Directions for this task => Look through the entries for the string "UsageError" and copy every line where it shows up.

Exercise materials =>
##############################

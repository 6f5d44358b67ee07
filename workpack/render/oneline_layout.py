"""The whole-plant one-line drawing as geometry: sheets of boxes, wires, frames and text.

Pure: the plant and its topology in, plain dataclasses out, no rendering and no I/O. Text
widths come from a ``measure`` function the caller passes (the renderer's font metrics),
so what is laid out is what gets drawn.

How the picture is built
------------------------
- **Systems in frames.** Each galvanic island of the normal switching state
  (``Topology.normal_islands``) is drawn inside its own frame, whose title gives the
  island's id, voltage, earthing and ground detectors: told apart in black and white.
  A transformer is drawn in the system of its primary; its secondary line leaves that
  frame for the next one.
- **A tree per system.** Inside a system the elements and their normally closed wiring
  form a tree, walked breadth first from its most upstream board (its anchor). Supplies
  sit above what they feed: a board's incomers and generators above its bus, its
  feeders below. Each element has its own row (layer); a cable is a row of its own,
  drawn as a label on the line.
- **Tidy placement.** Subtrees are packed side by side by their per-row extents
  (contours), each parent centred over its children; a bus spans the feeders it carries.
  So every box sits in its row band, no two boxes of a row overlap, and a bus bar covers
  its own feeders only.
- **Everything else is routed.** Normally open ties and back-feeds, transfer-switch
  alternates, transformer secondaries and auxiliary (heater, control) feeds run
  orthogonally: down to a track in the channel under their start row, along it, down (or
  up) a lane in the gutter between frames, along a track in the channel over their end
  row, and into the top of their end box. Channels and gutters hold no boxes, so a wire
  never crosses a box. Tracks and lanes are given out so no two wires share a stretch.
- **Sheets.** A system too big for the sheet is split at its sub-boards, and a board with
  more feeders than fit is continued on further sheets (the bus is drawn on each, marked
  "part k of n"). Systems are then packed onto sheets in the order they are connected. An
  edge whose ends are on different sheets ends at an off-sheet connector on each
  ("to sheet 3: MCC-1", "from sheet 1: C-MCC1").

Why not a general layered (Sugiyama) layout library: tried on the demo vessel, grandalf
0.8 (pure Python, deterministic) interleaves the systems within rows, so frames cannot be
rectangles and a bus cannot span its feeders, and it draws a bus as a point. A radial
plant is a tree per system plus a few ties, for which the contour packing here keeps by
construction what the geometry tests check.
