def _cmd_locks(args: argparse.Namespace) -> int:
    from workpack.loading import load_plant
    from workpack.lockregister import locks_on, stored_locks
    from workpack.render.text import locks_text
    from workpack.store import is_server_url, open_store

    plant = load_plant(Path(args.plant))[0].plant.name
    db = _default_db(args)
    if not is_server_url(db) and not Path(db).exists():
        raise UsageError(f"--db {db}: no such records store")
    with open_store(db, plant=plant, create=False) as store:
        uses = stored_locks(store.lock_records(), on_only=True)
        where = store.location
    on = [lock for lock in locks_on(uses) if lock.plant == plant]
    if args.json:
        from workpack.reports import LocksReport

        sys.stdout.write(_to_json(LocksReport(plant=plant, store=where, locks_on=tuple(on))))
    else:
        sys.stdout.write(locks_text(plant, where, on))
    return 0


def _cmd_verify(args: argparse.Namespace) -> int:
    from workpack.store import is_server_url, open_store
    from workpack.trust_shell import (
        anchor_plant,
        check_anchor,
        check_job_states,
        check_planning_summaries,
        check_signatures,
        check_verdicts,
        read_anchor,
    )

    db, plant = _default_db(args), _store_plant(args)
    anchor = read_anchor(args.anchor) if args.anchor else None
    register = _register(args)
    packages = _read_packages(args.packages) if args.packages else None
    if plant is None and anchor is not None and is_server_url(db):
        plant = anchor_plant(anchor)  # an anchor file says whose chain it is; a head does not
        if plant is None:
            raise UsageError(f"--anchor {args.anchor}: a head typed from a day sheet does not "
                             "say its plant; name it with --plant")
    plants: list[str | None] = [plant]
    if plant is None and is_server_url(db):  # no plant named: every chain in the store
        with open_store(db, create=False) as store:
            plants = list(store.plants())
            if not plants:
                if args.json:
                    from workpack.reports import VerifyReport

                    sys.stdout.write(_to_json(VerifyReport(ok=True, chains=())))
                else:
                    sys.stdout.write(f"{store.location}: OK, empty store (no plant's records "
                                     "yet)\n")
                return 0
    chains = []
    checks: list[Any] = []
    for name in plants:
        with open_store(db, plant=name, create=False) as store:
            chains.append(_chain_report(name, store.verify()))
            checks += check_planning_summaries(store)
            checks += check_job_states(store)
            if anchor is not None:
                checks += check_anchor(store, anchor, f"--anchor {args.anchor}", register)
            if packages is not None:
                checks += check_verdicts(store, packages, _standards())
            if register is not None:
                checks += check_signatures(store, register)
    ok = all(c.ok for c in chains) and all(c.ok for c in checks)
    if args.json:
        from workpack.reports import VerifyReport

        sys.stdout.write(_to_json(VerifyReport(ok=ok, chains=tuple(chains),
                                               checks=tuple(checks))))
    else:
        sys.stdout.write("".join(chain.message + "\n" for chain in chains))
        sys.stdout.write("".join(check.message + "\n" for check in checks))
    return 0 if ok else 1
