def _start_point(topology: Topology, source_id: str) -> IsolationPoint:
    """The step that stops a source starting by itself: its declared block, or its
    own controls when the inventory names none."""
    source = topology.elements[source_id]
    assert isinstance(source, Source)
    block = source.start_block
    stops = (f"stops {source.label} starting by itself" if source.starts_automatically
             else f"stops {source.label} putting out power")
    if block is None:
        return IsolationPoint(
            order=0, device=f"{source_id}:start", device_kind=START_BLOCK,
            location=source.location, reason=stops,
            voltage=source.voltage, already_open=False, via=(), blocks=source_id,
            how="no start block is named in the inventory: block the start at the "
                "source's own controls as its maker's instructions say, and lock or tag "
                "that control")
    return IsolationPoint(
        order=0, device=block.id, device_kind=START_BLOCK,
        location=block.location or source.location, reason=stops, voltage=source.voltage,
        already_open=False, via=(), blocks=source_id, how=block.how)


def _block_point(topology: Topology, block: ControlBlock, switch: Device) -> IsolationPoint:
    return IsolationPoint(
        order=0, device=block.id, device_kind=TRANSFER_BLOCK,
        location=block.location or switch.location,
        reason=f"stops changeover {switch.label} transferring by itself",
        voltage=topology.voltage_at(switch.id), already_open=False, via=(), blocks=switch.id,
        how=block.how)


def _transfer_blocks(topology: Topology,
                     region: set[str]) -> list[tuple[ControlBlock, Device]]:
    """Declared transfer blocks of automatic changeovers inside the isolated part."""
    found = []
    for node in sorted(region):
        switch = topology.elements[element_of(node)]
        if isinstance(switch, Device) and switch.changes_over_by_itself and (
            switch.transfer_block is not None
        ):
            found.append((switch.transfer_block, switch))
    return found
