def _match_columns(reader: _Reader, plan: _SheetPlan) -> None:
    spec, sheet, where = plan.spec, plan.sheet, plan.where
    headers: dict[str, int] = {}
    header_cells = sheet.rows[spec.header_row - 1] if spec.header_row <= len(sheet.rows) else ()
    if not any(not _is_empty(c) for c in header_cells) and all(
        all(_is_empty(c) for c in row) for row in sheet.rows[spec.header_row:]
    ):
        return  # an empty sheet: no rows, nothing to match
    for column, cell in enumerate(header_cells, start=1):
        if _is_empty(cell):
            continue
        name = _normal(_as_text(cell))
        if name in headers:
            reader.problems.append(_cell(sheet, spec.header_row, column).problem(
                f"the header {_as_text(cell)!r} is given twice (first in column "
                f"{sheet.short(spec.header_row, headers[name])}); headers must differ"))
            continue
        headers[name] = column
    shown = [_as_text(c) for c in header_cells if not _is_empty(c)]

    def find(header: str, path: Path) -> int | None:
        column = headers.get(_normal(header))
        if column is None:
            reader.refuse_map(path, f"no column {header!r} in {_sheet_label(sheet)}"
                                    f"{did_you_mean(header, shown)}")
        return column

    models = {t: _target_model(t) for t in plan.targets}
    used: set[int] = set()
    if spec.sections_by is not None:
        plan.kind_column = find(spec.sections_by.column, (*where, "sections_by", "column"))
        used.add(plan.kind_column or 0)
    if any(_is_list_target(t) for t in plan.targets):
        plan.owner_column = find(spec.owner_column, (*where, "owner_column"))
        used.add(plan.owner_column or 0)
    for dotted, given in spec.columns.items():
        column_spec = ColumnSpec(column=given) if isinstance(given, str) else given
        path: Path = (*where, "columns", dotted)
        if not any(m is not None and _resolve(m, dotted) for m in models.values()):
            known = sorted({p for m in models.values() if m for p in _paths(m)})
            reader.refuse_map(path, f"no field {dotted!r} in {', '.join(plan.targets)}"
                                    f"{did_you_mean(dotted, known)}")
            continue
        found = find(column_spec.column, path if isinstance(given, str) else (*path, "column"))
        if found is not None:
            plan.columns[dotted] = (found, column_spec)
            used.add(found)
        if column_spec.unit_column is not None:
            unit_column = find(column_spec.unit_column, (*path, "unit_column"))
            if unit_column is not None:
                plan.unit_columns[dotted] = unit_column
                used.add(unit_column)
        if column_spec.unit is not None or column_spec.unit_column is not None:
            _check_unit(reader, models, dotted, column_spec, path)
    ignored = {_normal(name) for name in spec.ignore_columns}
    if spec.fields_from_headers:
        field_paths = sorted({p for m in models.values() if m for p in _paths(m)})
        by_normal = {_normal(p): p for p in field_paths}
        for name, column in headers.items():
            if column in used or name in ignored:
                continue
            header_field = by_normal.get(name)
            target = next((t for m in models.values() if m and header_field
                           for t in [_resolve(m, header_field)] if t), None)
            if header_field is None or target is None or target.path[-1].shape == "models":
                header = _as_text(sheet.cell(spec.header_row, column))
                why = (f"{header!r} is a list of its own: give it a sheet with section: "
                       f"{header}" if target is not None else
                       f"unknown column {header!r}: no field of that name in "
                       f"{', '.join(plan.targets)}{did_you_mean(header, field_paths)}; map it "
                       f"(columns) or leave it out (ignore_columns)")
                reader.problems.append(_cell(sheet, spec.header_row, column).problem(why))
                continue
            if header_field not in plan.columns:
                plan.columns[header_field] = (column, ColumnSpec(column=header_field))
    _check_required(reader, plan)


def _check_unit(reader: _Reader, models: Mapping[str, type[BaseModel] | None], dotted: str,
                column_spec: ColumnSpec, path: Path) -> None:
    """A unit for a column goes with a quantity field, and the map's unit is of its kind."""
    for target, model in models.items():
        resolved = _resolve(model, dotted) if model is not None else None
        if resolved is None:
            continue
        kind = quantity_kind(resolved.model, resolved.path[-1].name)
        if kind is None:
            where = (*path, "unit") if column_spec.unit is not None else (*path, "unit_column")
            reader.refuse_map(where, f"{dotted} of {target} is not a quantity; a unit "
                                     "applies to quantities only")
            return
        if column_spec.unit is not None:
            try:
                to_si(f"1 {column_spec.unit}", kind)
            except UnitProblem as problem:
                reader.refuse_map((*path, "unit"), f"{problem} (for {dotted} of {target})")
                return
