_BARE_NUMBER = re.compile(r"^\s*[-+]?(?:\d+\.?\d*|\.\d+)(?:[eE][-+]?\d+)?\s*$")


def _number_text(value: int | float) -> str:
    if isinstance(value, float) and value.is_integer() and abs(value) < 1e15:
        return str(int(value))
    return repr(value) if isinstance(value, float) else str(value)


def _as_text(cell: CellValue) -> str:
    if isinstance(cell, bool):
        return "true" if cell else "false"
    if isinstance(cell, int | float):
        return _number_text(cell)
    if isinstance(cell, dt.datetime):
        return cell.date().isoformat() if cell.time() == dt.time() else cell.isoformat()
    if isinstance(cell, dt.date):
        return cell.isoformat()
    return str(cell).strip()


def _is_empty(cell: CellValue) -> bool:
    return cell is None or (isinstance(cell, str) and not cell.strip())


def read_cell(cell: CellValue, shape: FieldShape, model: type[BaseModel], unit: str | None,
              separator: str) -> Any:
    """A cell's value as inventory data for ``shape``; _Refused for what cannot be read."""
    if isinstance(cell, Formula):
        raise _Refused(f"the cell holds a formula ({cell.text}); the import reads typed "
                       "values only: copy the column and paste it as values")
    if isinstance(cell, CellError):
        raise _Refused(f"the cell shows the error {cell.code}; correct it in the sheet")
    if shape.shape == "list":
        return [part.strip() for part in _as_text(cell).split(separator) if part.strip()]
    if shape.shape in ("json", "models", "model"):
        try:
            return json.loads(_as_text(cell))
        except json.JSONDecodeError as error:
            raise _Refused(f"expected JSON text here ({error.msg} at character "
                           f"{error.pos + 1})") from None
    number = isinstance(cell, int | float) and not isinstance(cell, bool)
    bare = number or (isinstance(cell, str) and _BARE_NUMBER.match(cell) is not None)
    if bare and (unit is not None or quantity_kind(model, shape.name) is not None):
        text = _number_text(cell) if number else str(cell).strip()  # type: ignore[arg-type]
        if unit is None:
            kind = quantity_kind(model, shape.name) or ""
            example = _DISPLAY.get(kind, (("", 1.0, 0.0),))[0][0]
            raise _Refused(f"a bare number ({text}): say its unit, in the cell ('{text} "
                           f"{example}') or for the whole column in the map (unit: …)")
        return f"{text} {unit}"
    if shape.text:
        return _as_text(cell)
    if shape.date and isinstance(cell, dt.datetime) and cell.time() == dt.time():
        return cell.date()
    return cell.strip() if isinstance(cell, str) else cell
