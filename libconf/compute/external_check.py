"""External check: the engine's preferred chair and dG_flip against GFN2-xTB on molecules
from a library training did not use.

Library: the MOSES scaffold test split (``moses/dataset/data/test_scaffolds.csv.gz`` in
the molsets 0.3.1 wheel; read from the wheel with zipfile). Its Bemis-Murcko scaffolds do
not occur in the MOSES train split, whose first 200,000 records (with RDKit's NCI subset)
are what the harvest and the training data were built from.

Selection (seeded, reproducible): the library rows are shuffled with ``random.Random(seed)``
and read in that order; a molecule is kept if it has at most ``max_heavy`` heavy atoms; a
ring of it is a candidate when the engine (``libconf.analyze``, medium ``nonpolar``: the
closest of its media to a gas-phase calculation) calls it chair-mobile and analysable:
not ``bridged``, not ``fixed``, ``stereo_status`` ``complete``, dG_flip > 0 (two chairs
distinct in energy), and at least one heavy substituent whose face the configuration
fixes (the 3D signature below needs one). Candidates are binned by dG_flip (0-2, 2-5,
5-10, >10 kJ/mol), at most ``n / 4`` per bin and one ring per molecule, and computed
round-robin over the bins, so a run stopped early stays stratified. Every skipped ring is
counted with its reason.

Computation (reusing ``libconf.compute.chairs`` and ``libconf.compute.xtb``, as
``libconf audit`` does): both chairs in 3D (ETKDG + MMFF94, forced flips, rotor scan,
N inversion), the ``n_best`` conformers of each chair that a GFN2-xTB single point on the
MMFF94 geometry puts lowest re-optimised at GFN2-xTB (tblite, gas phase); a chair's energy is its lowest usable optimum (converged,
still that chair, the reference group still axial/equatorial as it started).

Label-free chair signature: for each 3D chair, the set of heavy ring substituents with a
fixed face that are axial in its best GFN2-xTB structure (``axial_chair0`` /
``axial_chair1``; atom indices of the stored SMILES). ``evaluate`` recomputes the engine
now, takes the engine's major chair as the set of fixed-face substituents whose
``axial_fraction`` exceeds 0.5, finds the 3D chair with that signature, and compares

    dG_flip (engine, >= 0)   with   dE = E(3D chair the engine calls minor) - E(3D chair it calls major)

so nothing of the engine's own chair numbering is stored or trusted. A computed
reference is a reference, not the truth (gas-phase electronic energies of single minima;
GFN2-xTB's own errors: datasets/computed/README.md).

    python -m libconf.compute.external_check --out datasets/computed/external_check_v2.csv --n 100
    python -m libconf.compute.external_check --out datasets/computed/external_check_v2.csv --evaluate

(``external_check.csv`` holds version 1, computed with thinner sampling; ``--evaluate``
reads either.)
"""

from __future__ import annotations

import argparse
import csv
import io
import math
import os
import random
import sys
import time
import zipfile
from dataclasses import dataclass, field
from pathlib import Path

##############################

Response for this exercise =>
        raise UsageError(f"--db {db}: no such records store")
            raise UsageError(f"--anchor {args.anchor}: a head typed from a day sheet does not "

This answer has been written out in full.